24/12/2014 às 16h50min - Atualizada em 24/12/2014 às 16h50min

Vereador perseguido por grupo de Wanderlei Farias é absolvido e anuncia que entrará na Justiça contra perseguidores

Ronaldo Couto
Araguaia Noticia

O vereador de Barra do Garças Odorico Kiko (PT) conseguiu se livrar da ação movida pelo Ministério Público Eleitoral (MPE), que o acusava de prática de crime eleitoral nas eleições de 2010, quando concorreu a uma vaga de deputado estadual na Assembléia Legislativa de Mato Grosso. Na época, ele foi denunciado pela ex-vereadora Antônia Jacob (PR), aliada do ex-prefeito Wanderlei Farias (PR), que fazem parte do grupo de oposição na Barra.

É o mesmo grupo que tentou na Justiça tirar Roberto Farias do cargo de prefeito e perdeu recentemente. “Foram quatro anos que eu fiquei calado e fui até mesmo vilipendiado por uma rádio da cidade que pertence a esse grupo. A minha absolvição confirma que eu não fiz nada de errado”, explica o vereador que concedeu entrevista na Band após desabafo na sessão de encerramento dos trabalhos da Câmara Municipal de Barra, dia 15 de dezembro. 
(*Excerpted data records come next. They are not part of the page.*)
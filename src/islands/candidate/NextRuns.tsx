import type { CandidateView } from '../../contracts/candidate';
import { RANGE_BEYOND_MEASURED_K } from '../../kinetics/planning/proposal';

export interface NextRunsProps {
  proposals: CandidateView['proposals'];
  className?: string;
}

/** Which readings and temperatures would settle what these wells leave open. */
export function NextRuns({ proposals, className = '' }: NextRunsProps) {
  if (proposals.length === 0) return null;
  return (
    <section aria-labelledby="next-runs" className={className}>
      <h2 id="next-runs" className="font-semibold">
        What to run next
      </h2>
      <ul className="border-rule mt-1 list-none space-y-2 border-l-2 p-0 pl-4">
        {proposals.map(({ code, sentence }) => (
          <li key={`${code}-${sentence}`} className="max-w-[72ch]">
            {sentence}
          </li>
        ))}
      </ul>
      <p className="text-quiet mt-2 max-w-[72ch] text-[13px] leading-5">
        Expected from the rates and the noise of these wells; temperatures up to{' '}
        {RANGE_BEYOND_MEASURED_K} K beyond the measured ones were considered.
      </p>
    </section>
  );
}
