const key = 'well';

/** The well that an address names; null when it names none. */
export function wellInAddress(search: string): string | null {
  return new URLSearchParams(search).get(key);
}

/** The same address with another well; everything else in it stays. */
export function withWell(search: string, wellId: string): string {
  const parameters = new URLSearchParams(search);
  parameters.set(key, wellId);
  return `?${parameters.toString()}`;
}
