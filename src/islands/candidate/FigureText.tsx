import type { Figure } from './figures';

/** A number with its unit; the interval stands quieter below it. */
export function FigureText({ figure }: { figure: Figure }) {
  return (
    <>
      <span className="text-[17px] leading-6 font-semibold tabular-nums">{figure.text}</span>{' '}
      <span className="whitespace-nowrap">{figure.unit}</span>
      {figure.interval && (
        <span className="text-quiet block text-[13px] leading-5 tabular-nums">
          95 %: {figure.interval}
        </span>
      )}
    </>
  );
}
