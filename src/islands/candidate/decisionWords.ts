import { z } from 'zod/v4';
import type { DecisionRecord } from '../../contracts/decisions';
import {
  actionsFrom,
  decisionActions,
  decisionStates,
  type DecisionAction,
  type DecisionState,
} from '../../screening/decisions';
import type { ApiError } from '../api';

export const actionLabels: Record<DecisionAction, string> = {
  nominate: 'Nominate',
  'take-to-scale-up': 'Take to scale-up',
  wait: 'Wait',
  'set-aside': 'Set aside',
  reopen: 'Reopen',
};

export const stateLabels: Record<DecisionState, string> = {
  open: 'open',
  nominated: 'nominated',
  'scale-up': 'to scale-up',
  waiting: 'waiting',
  'set-aside': 'set aside',
};

/** What was done, as it stands in the history after the person's name. */
export const actionsDone: Record<DecisionAction, string> = {
  nominate: 'nominated it',
  'take-to-scale-up': 'took it to scale-up',
  wait: 'let it wait',
  'set-aside': 'set it aside',
  reopen: 'reopened it',
};

/** The steps that a person may take from here: an analyst nominates, a lead decides. */
export function offeredActions(
  state: DecisionState,
  may: { nominate: boolean; decide: boolean },
): DecisionAction[] {
  return actionsFrom(state).filter((action) => (action === 'nominate' ? may.nominate : may.decide));
}

const recordSchema = z.object({
  action: z.enum(decisionActions),
  from: z.enum(decisionStates),
  to: z.enum(decisionStates),
  reason: z.string(),
  by: z.string(),
  at: z.string(),
  analysisId: z.string().nullable(),
});

const currentSchema = z.object({
  state: z.enum(decisionStates),
  version: z.number().int(),
  last: recordSchema.nullable().default(null),
});

/** Where the candidate stands by now, as a 409 tells it; null when it does not. */
export function currentOf(
  error: ApiError,
): { state: DecisionState; version: number; last: DecisionRecord | null } | null {
  if (error.status !== 409) return null;
  const current = currentSchema.safeParse(error.body['current']);
  return current.success ? current.data : null;
}
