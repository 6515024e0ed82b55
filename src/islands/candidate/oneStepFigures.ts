import type { OneStep } from '../../kinetics/types';
import { figureOf } from './figures';

/** One energy as printed: what it is, value and unit, interval. */
export interface OneStepFigure {
  name: string;
  text: string;
  interval: string | null;
}

/** The energies of the fit of all readings at once. */
export function oneStepFigures({
  activationEnergy,
  adsorptionEnthalpy,
  wells,
  readings,
}: OneStep): OneStepFigure[] {
  const energies = [
    [`One-step fit of all ${readings} readings of ${wells} wells`, activationEnergy],
    ['adsorption enthalpy', adsorptionEnthalpy],
  ] as const;
  return energies.flatMap(([name, energy]) => {
    if (energy === null) return [];
    const { text, unit, interval } = figureOf(energy, 'kJ/mol', 1e-3);
    return [{ name, text: `${text} ${unit}`, interval }];
  });
}
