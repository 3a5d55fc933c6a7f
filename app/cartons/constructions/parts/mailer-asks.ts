/** What a roll-end mailer may be asked. Proportions are engineering practice unless a source is named. */
import type { Asks } from "../../parameters/parameter";

const PRACTICE = "engineering practice, no published source";

export const mailerAsks: Asks = {
  rollPlay: { label: "Roll play", kind: "length", default: "max(if(micro, 0.5, 0.3), creaseSpacing - t - 2*aLeast)", atLeast: 0.2, atMost: 4, why: "three boards rolled with no slack do not go over a springy flap; two creases need room for both channels", source: "strip of 3.5 to 4 mm for E flute, common practice" },
  innerShort: { label: "Inner side, short of the base", kind: "length", default: 0.3, atLeast: 0.1, atMost: 2, why: "it must not stand on the base before the roll lies flat", source: PRACTICE },
  stripIn: { label: "Roll, set in at its ends", kind: "length", default: "a + slide", atLeast: 0.2, atMost: "W/8", why: "clears front and back", source: PRACTICE },
  ears: { label: "Locking ears", kind: "switch", default: true, why: "they hold the lid shut in the gaps of the side walls", source: "0427 is known by them; which parts a code leaves out differs by maker" },
  earSet: { label: "Inner side, set back for the ears", kind: "length", default: "2*t + 1", atLeast: "t + 0.5", atMost: "W/6", why: "the tuck passes in front of the inner wall and the ear goes in behind it", source: PRACTICE },
  tabs: { label: "Tabs a side", kind: "count", default: "if(W < 300.001, 2, 3)", atLeast: 1, atMost: 4, why: "two hold to 300 mm", source: PRACTICE },
  tabLength: { label: "Tab, length", kind: "length", default: "clamp(W/6, 12, 40)", atLeast: 8, atMost: "W/(tabs + 1)", why: "long enough to grip", source: PRACTICE },
  tabOut: { label: "Tab, beyond the inner side's edge", kind: "length", default: "t + innerShort + 0.2", atLeast: "0.8*t + innerShort", atMost: "2*t + 1", why: "through the base's board", source: PRACTICE },
  tabTaper: { label: "Tab, angle of its ends", kind: "angle", default: 5, atLeast: 0, atMost: 45, why: "leads in", source: PRACTICE },
  slotLonger: { label: "Slot, longer than the tab", kind: "length", default: 1.5, atLeast: 0.4, atMost: 4, why: "tabs and slots are cut apart from each other", source: "tab + 1 to 2 mm, common practice" },
  slotWider: { label: "Slot, wider than the board", kind: "length", default: 0.6, atLeast: 0.2, atMost: 2, why: "the tab goes in, and stays", source: "caliper + 0.5 to 1 mm, common practice" },
  cornerDeep: { label: "Corner flap", kind: "length", default: "min(0.45*W, 1.1*D)", atLeast: 8, atMost: "W/2 - 1.5*t", why: "stiffens the side and holds the roll open", source: PRACTICE, because: "the corner flaps of front and back would meet" },
  cornerDown: { label: "Corner flap, below the roll", kind: "length", default: "t + 0.5", atLeast: 0.3, atMost: "D/4", why: "clears the roll's creases", source: PRACTICE },
  cornerFoot: { label: "Corner flap, foot above the base", kind: "length", default: "a + 0.5", atLeast: "a + 0.2", atMost: "D/4", why: "the foot must not bind in the base crease", source: PRACTICE },
  cornerTaper: { label: "Corner flap, angle at the base", kind: "angle", default: 5.5, atLeast: 5, atMost: 20, why: "its cut and the side's open as a wedge of 5 degrees or more from the crease corner", source: PRACTICE },
  cornerRadius: { label: "Free corners, radius", kind: "length", default: 3, atLeast: 0, atMost: "D/3", why: "free corners catch and fray", source: "3 to 10 mm at free flap corners" },
  tuck: { label: "Tuck", kind: "length", default: "min(D - t - 2, max(min(20, D - t - 2), 0.65*D), 60)", atLeast: 8, atMost: "D - t - 1", why: "goes down behind the front", source: PRACTICE, because: "it must not reach the base" },
  tuckShort: { label: "Tuck, narrower than the inside", kind: "length", default: 2, atLeast: 0.5, atMost: "L/10", why: "without ears it goes down between the side walls", source: PRACTICE },
  tuckRadius: { label: "Tuck, corner radius", kind: "length", default: "min(8, tuck/2)", atLeast: 0, atMost: "tuck - 1", why: "finds its way in", source: "8 to 12 mm in E flute, common practice" },
  earLong: { label: "Ear, length", kind: "length", default: "clamp(0.09*W, 12, 22)", atLeast: 8, atMost: "W/4", why: "a front locking ear is 10 to 15 mm deep", source: "10 to 15 mm, common practice" },
  earHigh: { label: "Ear, height", kind: "length", default: "min(0.6*tuck, 0.45*D)", atLeast: 5, atMost: "tuck - 2", why: "stays above the front's corner flap", source: PRACTICE },
  wing: { label: "Wing", kind: "length", default: "min(0.6*D, D - t - 3)", atLeast: 5, atMost: "D - t - 2", why: "goes down inside the side walls", source: PRACTICE, because: "it must not reach the base" },
  wingRear: { label: "Wing, from the lid's back crease", kind: "length", default: 2, atLeast: 1, atMost: "W/6", why: "clears the back", source: PRACTICE },
  wingFront: { label: "Wing, from the tuck crease", kind: "length", default: "t + 3", atLeast: "t + 1", atMost: "W/4", why: "clears the tuck", source: PRACTICE },
  wingTaper: { label: "Wing, angle of its ends", kind: "angle", default: 12, atLeast: 5, atMost: 30, why: "leads in", source: PRACTICE },
};
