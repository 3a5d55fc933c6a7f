/**
 * Body of a tube: glue flap | back | side 1 | front | side 2, glued to a tube by the flap inside side 2.
 * Panel frames: on the back x runs across and y up from the floor of the inside; on the panels right of it x runs
 * down the drawing. Layers: 0 bounds the inside, −1 (the glue flap) lies in it.
 */
import type { Kit, LayerUse } from "../../blank/kit";
import type { Figure } from "../../blank/figure";
import { rectangle, rounded } from "../../blank/shapes";
import type { Vertex } from "../../geometry/outline";
import type { Asks } from "../../parameters/parameter";

const PRACTICE = "engineering practice, no published source";

export const UPRIGHT: LayerUse = { creases: "y" };
export const ACROSS: LayerUse = { creases: "x" };

/** `seamMost`: a further limit, as a rule, on how far the last panel may be pulled back. */
export const tubeAsks = (seamMost: string): Asks => ({
  glue: {
    label: "Glue flap", kind: "length", default: "min(if(micro, if(D < 150, 20, if(D < 300, 25, 30)), if(D < 60, 10, if(D < 150, 13, if(D < 250, 15, 18)))), L - 5, W - 5)",
    atLeast: 6, atMost: "min(L, W) - 2", why: "a bead of 6 to 8 mm and its tolerance", source: PRACTICE, because: "it must lie on one side panel and hold a bead of glue",
  },
  glueFoot: { label: "Glue flap, set back at its ends", kind: "length", default: "if(micro, t + 1, 1)", atLeast: 0, atMost: "D/4", why: "clears the dust flaps", source: PRACTICE },
  glueTaper: { label: "Glue flap, angle of its ends", kind: "angle", default: "if(micro, 20, 15)", atLeast: 0, atMost: 45, why: "leads the flap in and keeps glue from the ends", source: "10 to 20 degrees, common practice, no source" },
  seam: {
    label: "Last panel, pulled back", kind: "length", default: `if(micro, 1, min(0.5, ${seamMost}))`, atLeast: 0, atMost: `min(W/8, 0.3*glue, ${seamMost})`,
    why: "the raw edge must not stand proud after gluing", source: PRACTICE, because: "the seam must stay covered, and the dust flap beside it must reach its lock",
  },
});

/** Of flap depth times D: the least glued area of a side seam (engineering practice, no published source). */
const SEAM_SHARE = 0.6;

/** mm. D below which set-backs and tapers leave less than that share of the seam glued. */
export function leastGluedDepth({ glue = 0, glueFoot = 0, glueTaper = 0, seam = 0 }: Readonly<Record<string, number>>): number {
  const covered = glue - seam;
  const tapers = (glue * glue - seam * seam) * Math.tan((glueTaper * Math.PI) / 180);
  const roundedOff = 1;
  return (2 * glueFoot * covered + tapers + roundedOff) / (covered - SEAM_SHARE * glue);
}

/** Where a panel ends, at top or bottom: creased to a closure at a layer, or free, level with the middle of a layer. */
export type End = { readonly crease: number } | { readonly free: number };
export interface Ends { readonly back: End; readonly side: End; readonly front: End }

export interface Notch { readonly width: number; readonly depth: number }

export interface Tube {
  readonly width: Readonly<Record<"back" | "side 1" | "front" | "side 2", number>>;
  /** Where the inside begins on the panel, from its left crease as seen standing up. */
  readonly start: Readonly<Record<"back" | "side 1" | "front" | "side 2", number>>;
}

/** `notch`: a thumb notch in the middle of the front's free upper edge. */
export function fourPanelTube(k: Kit, bottom: Ends, top: Ends, notch: Notch | null): Tube {
  const beyond = (end: End): Figure => ("crease" in end ? k.edge(end.crease, ACROSS) : k.plus(k.position(end.free, ACROSS), k.stack(0.5)));
  const height = (panel: keyof Ends): Figure => k.plus(k.asked("D"), beyond(bottom[panel]), beyond(top[panel]));
  const low = (panel: keyof Ends) => -beyond(bottom[panel]).mm;
  const high = (panel: keyof Ends) => k.size.D + beyond(top[panel]).mm;

  const back = k.cc("L", 0, -1, UPRIGHT);
  const side = k.cc("W", 0, 0, UPRIGHT);
  const front = k.cc("L", 0, 0, UPRIGHT);
  const last = k.minus(side, k.option("seam"));

  k.base("back", [{ x: 0, y: low("back"), bulge: 0 }, { x: back.mm, y: low("back"), bulge: 0 }, { x: back.mm, y: high("back"), bulge: 0 }, { x: 0, y: high("back"), bulge: 0 }], { label: "Back" });
  const standing = (panel: keyof Ends, width: number) => rectangle(-high(panel), -low(panel), width);
  k.attach("back", "right", "side 1", standing("side", side.mm), { label: "Right side", role: "wall", origin: "foot" });
  k.attach("side 1", "right", "front", notch ? notched(standing("front", front.mm), k.edge(0, UPRIGHT).mm + k.size.L / 2, notch) : standing("front", front.mm), { label: "Front", role: "wall", origin: "foot" });
  k.attach("front", "right", "side 2", standing("side", last.mm), { label: "Left side", role: "wall", origin: "foot" });

  const glue = k.number("glue");
  const foot = k.number("glueFoot");
  const slope = glue * Math.tan((k.number("glueTaper") * Math.PI) / 180);
  k.attach("back", "left", "glue flap", rounded([{ x: foot, y: 0 }, { x: k.size.D - foot, y: 0 }, { x: k.size.D - foot - slope, y: glue, r: 1 }, { x: foot + slope, y: glue, r: 1 }]), { label: "Glue flap", role: "lining", origin: "foot" });

  k.inside("L", k.face("side 2", "inside"), k.face("side 1", "inside"));
  k.inside("W", k.face("back", "inside"), k.face("front", "inside"));
  k.glued(k.face("glue flap", "print"), k.face("side 2", "inside"), SEAM_SHARE * glue * k.size.D);
  k.outsideBy("L", k.stack(1), k.stack(1));
  k.outsideBy("W", k.stack(1), k.stack(1));

  k.row("glue flap", "Glue flap", k.option("glue"), { panel: "glue flap", along: "y", reason: "" });
  k.row("back", "Back, glue flap inside", back, { panel: "back", along: "x", reason: "one caliper shorter than the front: the glue flap lies inside the left side" });
  k.row("side 1", "Right side", side, { panel: "side 1", along: "y", reason: "" });
  k.row("front", "Front", front, { panel: "front", along: "y", reason: "" });
  k.row("side 2", "Left side, free edge", last, { panel: "side 2", along: "y", reason: "pulled back so that the raw edge does not stand proud" });
  k.row("side height", "Sides, crease to crease", height("side"), { panel: "side 1", along: "x", reason: "" });
  k.row("back height", "Back, crease to crease", height("back"), { panel: "back", along: "y", reason: "the lid lies over the dust flaps" });
  k.row("front height", "Front, edge to edge", height("front"), { panel: "front", along: "x", reason: "level with the lid" });
  // Flat: back + … the seam is P2 + P3 − P1 from its crease; erect it is W and one board.
  k.seamResidual(k.minus(k.minus(k.plus(side, front), back), k.plus(k.asked("W"), k.stack(1))));
  k.governs("L", "front");
  k.governs("W", "side 1");
  k.orderedAs("L", "front");
  k.orderedAs("W", "side 1");
  k.stands([0, 1, 0], [0, 0, 1]);
  return {
    width: { back: back.mm, "side 1": side.mm, front: front.mm, "side 2": last.mm },
    start: { back: k.edge(-1, UPRIGHT).mm, "side 1": k.edge(0, UPRIGHT).mm, front: k.edge(0, UPRIGHT).mm, "side 2": k.edge(0, UPRIGHT).mm },
  };
}

/** The rectangle's left edge is the top of a standing panel: an arc goes into it, its middle at `y`. */
function notched(rect: readonly Vertex[], y: number, { width, depth }: Notch): Vertex[] {
  const x = rect[0]!.x;
  return [...rect, { x, y: y + width / 2, bulge: (-2 * depth) / width }, { x, y: y - width / 2, bulge: 0 }];
}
Kiko pondera que foi até o assentamento participar de uma visita e que as cestas já estavam no barracão da comunidade provando que não houve interferência política na distribuição como tentou dizer o grupo de Wanderlei na época. Ele lembra que por causa dessa denúncia chegou a ser preso pela Polícia Federal e até mesmo ameaçado de perder o emprego cujo teor do fato seria descabido e por interesse político, coloca Kiko.

A ação já havia sido julgada improcedente pela 9ª Zona Eleitoral, no entanto, o MPE recorreu ao Tribunal Regional Eleitoral (TRE/MT) que, por unanimidade, negou provimento ao recurso.

O promotor Marcos Brant recorreu ao Ministério Público Federal, quando o procurador Regional Eleitoral, Douglas Guilherme Fernandes, manifestou pelo desprovimento do recurso em 5 de novembro, parecer acompanhado pelos membros do TRE. Para o vereador o desprovimento do recurso pelo MPF apenas confirma o que ele vinha afirmando desde a ocorrência do fato: a inocência.

“Eu sempre acreditei na Justiça. Minha consciência estava tranqüila e hoje se configura a realidade dos fatos, embora eu tenha sido vítima de toda espécie de julgamento antecipado”, relembra o parlamentar, que anunciou que irá acionar na Justiça aqueles que o julgaram de forma precipitada: Wanderlei Farias e Antônia Jacob que incentivaram a denúncia.

Kiko reclamou também da Rádio Aruanã, na época dirigida por Cãndido Teles, que não lhe deu direito de defesa e o atacou várias vezes. "Essa rádio através de um radialista tentou acabar comigo fazendo pré-julgamento. Vou entrar na Justiça contra essa emissora também", completou.

Essa é a segunda derrota consecutiva do grupo de Wanderlei na Justiça. No início do mês, o grupo do ex-prefeito viu sucumbir no TSE a ação em que tentavam tirar Roberto Farias da prefeitura para colocar a ex-vereadora Andréia Santos, candidata derrotada na eleição de 2012.